---- THE DATA

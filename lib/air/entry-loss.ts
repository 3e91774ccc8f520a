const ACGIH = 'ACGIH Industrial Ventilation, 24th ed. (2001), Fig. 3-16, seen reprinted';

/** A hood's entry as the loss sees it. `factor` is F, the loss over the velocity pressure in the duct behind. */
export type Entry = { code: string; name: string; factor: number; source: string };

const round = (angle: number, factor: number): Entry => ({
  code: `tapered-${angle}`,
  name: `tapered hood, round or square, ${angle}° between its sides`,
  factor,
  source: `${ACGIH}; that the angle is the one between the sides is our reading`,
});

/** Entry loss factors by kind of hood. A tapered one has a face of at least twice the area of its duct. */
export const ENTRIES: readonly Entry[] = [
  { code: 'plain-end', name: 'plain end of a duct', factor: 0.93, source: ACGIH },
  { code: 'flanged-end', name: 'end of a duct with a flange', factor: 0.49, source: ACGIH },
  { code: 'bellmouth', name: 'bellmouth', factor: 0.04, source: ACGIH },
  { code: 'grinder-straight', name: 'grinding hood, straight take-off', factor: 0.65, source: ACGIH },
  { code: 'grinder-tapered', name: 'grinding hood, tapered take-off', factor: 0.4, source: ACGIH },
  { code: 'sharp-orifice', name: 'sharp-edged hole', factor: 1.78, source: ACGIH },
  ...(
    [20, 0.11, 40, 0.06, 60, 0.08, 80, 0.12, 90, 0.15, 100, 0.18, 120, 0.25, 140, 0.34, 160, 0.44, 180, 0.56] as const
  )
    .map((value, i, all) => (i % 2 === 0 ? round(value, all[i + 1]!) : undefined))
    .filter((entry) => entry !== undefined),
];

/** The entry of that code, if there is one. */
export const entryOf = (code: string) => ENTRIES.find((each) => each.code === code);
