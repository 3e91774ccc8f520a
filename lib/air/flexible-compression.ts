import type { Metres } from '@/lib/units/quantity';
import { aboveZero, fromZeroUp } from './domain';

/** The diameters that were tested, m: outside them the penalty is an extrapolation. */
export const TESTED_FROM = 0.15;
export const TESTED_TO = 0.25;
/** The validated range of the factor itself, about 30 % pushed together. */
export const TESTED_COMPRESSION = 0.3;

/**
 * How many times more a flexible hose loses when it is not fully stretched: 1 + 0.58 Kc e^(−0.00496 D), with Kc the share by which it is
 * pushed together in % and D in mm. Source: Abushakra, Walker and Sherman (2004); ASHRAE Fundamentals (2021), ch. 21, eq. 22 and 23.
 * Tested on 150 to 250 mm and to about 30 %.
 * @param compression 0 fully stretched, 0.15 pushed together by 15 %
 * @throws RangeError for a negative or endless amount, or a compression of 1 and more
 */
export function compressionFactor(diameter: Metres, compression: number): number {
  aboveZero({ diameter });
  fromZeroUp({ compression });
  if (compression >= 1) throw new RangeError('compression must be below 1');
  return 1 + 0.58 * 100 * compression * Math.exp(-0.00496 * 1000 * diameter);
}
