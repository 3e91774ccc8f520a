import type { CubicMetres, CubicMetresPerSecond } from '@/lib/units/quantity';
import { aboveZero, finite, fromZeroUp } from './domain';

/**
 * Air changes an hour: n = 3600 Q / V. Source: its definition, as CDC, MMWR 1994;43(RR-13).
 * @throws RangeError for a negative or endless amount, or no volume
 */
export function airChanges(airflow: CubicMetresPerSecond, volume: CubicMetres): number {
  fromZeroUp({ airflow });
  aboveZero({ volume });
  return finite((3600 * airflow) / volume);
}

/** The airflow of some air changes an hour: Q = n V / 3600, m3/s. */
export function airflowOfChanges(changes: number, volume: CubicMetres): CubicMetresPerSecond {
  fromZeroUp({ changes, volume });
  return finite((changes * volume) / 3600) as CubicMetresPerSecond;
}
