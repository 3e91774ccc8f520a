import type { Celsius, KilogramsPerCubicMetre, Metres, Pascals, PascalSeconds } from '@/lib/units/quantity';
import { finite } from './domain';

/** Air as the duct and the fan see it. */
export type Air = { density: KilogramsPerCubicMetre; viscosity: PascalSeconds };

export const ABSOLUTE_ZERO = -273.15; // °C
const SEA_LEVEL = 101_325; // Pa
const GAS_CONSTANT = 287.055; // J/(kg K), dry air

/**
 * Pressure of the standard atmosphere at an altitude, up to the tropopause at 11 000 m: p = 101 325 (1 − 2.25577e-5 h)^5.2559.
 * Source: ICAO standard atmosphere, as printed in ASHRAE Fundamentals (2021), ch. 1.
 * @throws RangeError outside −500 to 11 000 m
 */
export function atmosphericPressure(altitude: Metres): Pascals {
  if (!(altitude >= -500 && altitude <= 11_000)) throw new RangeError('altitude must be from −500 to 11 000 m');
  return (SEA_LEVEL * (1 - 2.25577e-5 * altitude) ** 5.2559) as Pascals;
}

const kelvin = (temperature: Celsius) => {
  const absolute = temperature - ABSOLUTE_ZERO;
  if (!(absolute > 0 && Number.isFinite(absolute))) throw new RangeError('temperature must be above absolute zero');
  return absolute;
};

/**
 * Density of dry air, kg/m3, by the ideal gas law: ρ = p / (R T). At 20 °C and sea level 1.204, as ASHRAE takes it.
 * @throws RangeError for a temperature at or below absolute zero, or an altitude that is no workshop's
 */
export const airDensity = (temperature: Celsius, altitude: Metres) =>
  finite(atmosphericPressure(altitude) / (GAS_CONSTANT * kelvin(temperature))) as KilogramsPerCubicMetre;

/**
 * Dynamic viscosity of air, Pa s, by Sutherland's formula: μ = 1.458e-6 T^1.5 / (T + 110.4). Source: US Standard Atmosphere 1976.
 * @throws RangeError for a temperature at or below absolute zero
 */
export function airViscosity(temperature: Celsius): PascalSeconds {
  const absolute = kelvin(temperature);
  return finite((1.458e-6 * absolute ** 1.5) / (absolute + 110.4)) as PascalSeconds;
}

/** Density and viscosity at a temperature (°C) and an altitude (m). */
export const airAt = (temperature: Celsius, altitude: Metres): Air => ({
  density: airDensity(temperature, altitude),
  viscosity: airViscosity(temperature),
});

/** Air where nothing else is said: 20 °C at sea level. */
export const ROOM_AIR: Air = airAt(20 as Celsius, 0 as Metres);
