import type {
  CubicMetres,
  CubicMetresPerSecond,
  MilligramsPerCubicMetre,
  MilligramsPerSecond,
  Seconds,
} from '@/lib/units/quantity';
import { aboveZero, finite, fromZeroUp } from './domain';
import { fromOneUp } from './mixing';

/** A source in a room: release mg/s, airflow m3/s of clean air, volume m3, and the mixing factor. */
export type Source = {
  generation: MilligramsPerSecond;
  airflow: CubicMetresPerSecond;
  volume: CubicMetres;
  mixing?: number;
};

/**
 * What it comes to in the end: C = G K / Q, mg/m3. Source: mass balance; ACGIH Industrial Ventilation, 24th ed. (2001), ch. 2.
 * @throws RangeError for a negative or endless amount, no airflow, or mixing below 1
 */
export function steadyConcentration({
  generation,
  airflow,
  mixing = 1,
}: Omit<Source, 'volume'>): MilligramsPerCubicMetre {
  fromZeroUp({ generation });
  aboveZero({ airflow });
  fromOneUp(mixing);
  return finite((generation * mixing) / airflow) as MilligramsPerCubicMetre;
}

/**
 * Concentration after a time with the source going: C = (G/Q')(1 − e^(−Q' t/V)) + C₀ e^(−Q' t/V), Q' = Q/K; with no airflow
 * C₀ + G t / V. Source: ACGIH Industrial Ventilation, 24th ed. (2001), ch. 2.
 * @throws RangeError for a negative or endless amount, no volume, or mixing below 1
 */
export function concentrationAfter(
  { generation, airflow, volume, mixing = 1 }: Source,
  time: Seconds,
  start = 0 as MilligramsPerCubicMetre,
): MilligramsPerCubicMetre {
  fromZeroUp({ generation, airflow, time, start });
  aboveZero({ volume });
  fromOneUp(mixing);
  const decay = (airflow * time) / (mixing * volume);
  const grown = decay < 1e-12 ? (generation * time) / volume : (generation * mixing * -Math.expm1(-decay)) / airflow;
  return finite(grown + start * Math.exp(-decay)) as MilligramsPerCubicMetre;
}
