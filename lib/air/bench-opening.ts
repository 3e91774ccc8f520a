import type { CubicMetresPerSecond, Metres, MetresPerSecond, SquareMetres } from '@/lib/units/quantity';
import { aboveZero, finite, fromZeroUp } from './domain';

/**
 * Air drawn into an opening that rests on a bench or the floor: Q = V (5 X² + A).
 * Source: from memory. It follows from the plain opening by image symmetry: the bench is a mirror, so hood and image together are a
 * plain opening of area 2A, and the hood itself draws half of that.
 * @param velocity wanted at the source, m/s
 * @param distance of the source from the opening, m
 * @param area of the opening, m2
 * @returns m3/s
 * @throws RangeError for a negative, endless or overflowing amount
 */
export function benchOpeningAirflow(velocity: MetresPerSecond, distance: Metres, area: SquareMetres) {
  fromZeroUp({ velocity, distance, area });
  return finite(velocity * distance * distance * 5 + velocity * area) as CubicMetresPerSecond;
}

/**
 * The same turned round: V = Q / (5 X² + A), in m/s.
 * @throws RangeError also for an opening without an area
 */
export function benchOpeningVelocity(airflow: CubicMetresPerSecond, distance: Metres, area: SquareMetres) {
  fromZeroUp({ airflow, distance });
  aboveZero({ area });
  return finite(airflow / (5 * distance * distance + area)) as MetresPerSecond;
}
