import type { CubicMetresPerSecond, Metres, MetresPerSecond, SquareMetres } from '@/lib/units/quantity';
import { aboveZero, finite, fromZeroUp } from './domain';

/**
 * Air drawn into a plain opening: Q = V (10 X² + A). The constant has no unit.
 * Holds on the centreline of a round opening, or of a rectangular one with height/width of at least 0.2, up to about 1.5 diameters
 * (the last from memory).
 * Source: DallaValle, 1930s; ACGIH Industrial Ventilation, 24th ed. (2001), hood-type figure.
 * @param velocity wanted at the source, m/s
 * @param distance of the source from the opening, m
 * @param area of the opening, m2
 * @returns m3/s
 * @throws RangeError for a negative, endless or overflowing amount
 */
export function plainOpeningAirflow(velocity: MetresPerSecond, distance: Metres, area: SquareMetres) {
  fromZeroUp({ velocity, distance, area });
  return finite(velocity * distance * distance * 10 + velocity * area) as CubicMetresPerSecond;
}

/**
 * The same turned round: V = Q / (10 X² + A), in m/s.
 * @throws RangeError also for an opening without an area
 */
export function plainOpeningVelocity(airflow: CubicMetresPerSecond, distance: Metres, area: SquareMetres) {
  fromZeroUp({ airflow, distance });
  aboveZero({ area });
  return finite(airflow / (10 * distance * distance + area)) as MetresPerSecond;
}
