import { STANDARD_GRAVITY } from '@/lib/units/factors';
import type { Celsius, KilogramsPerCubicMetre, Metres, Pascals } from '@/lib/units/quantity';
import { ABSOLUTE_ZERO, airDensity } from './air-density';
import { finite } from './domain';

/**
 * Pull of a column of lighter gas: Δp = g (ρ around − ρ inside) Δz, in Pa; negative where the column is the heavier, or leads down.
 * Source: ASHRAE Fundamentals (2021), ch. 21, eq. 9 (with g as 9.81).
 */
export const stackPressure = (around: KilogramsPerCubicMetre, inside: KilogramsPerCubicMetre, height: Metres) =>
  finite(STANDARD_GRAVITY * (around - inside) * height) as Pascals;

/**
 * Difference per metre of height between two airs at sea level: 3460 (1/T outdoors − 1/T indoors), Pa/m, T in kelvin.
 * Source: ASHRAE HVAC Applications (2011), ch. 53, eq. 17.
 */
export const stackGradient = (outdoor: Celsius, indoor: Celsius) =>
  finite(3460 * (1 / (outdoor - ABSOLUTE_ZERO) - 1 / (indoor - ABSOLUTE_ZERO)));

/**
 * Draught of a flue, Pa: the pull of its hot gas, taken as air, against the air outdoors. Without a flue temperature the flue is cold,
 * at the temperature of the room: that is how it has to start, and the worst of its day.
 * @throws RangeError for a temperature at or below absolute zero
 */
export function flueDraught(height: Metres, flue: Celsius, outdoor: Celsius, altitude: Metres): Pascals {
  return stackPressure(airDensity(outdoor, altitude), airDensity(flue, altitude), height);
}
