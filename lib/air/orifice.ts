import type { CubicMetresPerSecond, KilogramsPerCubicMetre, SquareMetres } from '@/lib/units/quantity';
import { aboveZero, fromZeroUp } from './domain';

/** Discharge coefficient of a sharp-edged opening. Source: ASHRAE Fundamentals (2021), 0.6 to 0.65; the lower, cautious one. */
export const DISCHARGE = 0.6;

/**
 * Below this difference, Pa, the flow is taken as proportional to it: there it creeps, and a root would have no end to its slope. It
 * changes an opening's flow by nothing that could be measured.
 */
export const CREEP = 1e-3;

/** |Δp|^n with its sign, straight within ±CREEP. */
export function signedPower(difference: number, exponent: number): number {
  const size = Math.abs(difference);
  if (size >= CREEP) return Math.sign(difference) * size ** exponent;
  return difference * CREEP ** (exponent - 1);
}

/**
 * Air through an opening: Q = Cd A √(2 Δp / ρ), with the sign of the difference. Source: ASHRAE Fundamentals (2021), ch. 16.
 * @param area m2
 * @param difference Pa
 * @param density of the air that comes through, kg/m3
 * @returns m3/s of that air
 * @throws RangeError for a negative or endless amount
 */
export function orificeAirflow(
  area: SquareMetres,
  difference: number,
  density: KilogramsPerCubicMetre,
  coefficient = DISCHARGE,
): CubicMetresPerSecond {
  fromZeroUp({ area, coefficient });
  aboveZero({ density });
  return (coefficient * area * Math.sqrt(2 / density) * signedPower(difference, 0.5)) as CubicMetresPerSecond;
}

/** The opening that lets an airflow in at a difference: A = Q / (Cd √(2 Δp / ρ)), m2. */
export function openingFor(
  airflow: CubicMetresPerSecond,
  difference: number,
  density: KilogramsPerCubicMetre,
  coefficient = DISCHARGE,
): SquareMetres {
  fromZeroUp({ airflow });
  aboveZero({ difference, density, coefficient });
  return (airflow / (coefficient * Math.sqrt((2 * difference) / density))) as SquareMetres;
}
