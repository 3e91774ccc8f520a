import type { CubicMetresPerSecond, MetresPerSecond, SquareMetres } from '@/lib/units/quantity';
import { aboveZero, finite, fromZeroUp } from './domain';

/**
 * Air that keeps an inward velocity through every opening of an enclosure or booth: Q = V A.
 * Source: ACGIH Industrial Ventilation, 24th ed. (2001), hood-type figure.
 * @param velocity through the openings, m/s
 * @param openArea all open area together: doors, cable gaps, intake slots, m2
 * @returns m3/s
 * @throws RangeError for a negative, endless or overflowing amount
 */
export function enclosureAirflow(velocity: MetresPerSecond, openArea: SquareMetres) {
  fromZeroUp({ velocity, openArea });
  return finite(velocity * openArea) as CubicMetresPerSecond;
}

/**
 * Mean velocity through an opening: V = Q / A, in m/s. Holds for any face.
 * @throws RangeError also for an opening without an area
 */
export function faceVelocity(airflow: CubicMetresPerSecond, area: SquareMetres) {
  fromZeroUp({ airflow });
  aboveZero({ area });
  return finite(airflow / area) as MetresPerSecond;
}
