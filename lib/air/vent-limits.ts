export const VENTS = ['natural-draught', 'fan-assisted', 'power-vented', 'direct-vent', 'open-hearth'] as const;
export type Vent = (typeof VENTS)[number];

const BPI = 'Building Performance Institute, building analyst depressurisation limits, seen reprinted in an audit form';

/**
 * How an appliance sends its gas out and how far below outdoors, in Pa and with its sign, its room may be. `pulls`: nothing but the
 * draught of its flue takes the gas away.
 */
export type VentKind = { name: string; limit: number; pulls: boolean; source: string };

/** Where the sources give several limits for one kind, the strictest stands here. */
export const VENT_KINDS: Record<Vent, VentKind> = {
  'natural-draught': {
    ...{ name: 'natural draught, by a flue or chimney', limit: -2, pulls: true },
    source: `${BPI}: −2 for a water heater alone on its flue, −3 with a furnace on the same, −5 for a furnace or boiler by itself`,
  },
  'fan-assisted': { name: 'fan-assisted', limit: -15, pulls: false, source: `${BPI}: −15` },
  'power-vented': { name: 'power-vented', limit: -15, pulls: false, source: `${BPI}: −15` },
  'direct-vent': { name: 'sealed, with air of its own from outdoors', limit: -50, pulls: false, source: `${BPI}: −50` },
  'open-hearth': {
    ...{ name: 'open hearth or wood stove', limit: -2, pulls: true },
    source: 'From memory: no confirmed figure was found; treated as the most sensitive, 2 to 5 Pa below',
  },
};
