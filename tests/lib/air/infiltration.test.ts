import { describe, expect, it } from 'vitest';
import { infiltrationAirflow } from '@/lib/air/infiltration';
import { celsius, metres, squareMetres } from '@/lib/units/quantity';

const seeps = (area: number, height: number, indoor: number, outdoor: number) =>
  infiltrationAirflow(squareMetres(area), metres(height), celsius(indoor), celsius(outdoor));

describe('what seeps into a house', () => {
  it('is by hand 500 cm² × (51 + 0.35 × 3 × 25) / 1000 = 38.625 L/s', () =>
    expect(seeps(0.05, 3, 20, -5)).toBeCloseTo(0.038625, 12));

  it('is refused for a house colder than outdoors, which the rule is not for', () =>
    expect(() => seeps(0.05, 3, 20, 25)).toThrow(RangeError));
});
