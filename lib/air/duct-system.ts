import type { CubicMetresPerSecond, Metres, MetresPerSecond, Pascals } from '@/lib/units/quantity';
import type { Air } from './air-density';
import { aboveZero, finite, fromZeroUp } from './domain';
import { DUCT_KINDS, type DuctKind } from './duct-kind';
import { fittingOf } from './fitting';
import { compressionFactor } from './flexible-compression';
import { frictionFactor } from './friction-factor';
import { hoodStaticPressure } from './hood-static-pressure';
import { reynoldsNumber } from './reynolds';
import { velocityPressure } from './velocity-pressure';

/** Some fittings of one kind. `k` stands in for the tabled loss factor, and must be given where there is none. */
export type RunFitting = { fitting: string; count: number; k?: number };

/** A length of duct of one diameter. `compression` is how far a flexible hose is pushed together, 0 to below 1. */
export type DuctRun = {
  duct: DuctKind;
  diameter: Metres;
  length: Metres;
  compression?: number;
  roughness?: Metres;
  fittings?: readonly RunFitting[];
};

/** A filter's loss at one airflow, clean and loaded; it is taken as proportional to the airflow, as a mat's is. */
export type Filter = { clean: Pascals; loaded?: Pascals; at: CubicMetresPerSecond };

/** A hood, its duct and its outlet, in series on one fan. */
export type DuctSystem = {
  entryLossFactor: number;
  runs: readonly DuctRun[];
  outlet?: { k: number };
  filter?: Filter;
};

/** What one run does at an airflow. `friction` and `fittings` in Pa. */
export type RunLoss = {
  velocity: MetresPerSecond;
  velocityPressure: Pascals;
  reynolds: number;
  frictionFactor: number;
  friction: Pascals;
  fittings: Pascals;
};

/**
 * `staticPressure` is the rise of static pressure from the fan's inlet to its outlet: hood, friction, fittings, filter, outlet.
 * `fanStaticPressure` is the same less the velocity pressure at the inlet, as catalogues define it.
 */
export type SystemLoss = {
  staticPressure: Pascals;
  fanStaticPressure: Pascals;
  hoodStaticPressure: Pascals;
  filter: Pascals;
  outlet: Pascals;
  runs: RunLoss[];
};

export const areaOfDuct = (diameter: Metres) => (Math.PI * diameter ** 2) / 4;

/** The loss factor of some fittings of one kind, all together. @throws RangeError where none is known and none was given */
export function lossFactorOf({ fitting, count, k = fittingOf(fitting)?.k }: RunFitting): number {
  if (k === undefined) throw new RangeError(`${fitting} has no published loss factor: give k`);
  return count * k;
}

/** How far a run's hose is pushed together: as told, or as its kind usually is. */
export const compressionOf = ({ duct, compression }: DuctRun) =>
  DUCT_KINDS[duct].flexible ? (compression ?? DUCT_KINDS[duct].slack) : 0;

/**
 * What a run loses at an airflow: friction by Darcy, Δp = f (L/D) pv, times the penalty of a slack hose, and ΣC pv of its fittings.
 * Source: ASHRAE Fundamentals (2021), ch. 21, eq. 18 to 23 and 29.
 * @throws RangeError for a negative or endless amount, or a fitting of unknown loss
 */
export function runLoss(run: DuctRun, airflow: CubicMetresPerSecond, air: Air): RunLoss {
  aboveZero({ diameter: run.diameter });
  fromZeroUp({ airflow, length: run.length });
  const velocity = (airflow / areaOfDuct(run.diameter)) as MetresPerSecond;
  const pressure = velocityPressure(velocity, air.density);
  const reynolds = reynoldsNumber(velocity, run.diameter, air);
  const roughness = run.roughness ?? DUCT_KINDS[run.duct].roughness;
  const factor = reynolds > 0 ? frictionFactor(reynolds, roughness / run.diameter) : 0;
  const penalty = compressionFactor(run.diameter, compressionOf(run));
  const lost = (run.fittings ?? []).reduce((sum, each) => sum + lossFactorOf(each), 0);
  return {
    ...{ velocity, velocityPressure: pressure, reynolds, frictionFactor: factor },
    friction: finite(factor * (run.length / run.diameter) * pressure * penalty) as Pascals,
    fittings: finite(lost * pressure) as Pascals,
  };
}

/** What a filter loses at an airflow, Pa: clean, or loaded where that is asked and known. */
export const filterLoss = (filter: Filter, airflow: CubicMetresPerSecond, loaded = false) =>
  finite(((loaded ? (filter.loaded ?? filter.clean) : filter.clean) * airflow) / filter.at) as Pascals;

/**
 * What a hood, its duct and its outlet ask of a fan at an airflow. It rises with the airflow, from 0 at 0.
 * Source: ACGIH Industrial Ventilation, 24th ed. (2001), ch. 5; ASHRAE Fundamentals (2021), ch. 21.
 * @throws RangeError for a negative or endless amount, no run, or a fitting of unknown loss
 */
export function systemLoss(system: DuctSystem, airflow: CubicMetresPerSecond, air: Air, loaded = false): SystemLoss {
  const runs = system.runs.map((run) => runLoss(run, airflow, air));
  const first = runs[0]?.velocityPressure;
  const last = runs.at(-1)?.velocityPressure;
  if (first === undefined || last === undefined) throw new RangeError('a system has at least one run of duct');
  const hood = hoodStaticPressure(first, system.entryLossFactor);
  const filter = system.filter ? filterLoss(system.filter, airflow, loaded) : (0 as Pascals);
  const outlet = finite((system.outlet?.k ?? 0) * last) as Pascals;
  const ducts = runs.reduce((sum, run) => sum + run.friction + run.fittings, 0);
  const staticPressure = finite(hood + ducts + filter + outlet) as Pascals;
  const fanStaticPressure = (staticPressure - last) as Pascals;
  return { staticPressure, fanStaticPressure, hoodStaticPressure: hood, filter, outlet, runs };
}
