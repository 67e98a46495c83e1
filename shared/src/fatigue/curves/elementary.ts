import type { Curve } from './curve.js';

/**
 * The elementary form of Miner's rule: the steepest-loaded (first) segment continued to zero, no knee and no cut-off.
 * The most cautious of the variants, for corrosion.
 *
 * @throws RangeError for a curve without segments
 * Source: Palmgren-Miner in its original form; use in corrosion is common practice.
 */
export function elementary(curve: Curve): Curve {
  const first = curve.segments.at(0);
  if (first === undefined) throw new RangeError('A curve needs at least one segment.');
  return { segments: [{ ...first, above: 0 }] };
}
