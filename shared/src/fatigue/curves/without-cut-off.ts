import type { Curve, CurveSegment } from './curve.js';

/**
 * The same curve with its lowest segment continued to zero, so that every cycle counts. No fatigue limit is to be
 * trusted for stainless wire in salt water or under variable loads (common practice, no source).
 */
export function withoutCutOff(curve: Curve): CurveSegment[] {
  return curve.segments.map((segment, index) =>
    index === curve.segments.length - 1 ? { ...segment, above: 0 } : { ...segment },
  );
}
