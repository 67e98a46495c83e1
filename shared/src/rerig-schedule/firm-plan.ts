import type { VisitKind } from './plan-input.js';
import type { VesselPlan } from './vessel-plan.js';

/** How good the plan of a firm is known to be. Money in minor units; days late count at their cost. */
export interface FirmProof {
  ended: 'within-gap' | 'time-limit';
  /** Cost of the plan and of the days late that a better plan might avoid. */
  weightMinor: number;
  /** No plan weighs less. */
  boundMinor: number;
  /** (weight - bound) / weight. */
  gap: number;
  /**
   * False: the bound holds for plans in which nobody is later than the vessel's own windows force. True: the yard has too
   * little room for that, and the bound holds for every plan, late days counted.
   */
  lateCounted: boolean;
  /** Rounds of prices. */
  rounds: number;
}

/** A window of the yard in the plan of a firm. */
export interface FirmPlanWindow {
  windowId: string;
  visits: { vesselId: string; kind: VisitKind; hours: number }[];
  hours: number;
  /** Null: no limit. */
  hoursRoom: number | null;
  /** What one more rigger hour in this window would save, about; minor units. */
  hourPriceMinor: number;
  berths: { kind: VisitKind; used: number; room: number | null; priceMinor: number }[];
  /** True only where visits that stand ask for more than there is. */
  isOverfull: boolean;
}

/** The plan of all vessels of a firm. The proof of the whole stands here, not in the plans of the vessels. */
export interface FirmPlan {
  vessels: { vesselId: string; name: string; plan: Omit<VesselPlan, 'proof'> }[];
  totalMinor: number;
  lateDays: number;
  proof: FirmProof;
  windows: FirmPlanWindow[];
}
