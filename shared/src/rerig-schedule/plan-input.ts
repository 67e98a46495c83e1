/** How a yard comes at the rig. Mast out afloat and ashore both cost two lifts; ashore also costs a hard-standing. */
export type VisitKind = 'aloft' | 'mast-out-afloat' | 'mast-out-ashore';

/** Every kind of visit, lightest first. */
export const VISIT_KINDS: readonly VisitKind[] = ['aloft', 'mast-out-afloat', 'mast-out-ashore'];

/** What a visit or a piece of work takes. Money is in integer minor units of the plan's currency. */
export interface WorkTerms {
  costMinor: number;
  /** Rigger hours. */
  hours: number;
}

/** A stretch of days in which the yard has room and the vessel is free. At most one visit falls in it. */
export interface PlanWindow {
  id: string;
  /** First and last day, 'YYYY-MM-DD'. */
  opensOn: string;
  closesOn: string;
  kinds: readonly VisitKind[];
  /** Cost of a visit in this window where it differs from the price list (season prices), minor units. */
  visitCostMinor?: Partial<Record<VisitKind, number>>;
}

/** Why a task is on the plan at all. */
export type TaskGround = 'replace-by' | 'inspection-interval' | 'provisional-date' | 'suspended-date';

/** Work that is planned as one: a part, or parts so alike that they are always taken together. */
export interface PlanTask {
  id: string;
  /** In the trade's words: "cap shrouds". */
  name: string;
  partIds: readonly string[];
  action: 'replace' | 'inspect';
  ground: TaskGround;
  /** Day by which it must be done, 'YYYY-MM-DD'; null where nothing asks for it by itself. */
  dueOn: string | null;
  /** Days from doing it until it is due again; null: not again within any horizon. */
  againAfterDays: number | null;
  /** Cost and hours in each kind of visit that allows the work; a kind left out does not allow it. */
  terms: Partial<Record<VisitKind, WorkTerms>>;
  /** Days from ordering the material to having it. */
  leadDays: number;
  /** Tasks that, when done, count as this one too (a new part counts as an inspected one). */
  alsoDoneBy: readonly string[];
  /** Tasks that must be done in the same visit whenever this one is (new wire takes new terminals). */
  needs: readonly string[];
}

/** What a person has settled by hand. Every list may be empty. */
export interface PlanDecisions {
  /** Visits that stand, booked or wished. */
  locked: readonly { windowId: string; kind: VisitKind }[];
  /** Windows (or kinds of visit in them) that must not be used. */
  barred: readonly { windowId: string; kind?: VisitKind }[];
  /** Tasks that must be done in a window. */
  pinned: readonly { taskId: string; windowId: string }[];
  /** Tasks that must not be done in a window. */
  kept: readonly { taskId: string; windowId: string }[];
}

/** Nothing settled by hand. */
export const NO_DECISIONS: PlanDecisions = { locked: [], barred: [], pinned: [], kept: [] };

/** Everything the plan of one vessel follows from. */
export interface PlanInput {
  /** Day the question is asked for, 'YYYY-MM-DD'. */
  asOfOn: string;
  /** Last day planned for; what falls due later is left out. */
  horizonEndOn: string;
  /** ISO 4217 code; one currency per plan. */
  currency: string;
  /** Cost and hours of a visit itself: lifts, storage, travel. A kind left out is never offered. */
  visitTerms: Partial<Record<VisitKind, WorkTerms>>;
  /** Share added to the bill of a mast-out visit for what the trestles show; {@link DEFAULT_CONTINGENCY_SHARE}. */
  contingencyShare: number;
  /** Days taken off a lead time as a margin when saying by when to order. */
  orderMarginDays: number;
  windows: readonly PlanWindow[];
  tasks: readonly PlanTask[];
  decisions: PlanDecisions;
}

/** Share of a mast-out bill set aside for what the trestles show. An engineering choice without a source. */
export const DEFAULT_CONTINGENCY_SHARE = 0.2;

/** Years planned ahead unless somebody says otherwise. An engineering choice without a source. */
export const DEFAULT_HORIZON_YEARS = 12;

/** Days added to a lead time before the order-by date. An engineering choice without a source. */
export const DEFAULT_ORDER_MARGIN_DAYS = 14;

--------

* [WHAT THIS TASK INVOLVES] Every line in the data above that contains "taskId" needs to be copied.

* [COMPLETED TASK]
  pinned: readonly { taskId: string; windowId: string }[];
  kept: readonly { taskId: string; windowId: string }[];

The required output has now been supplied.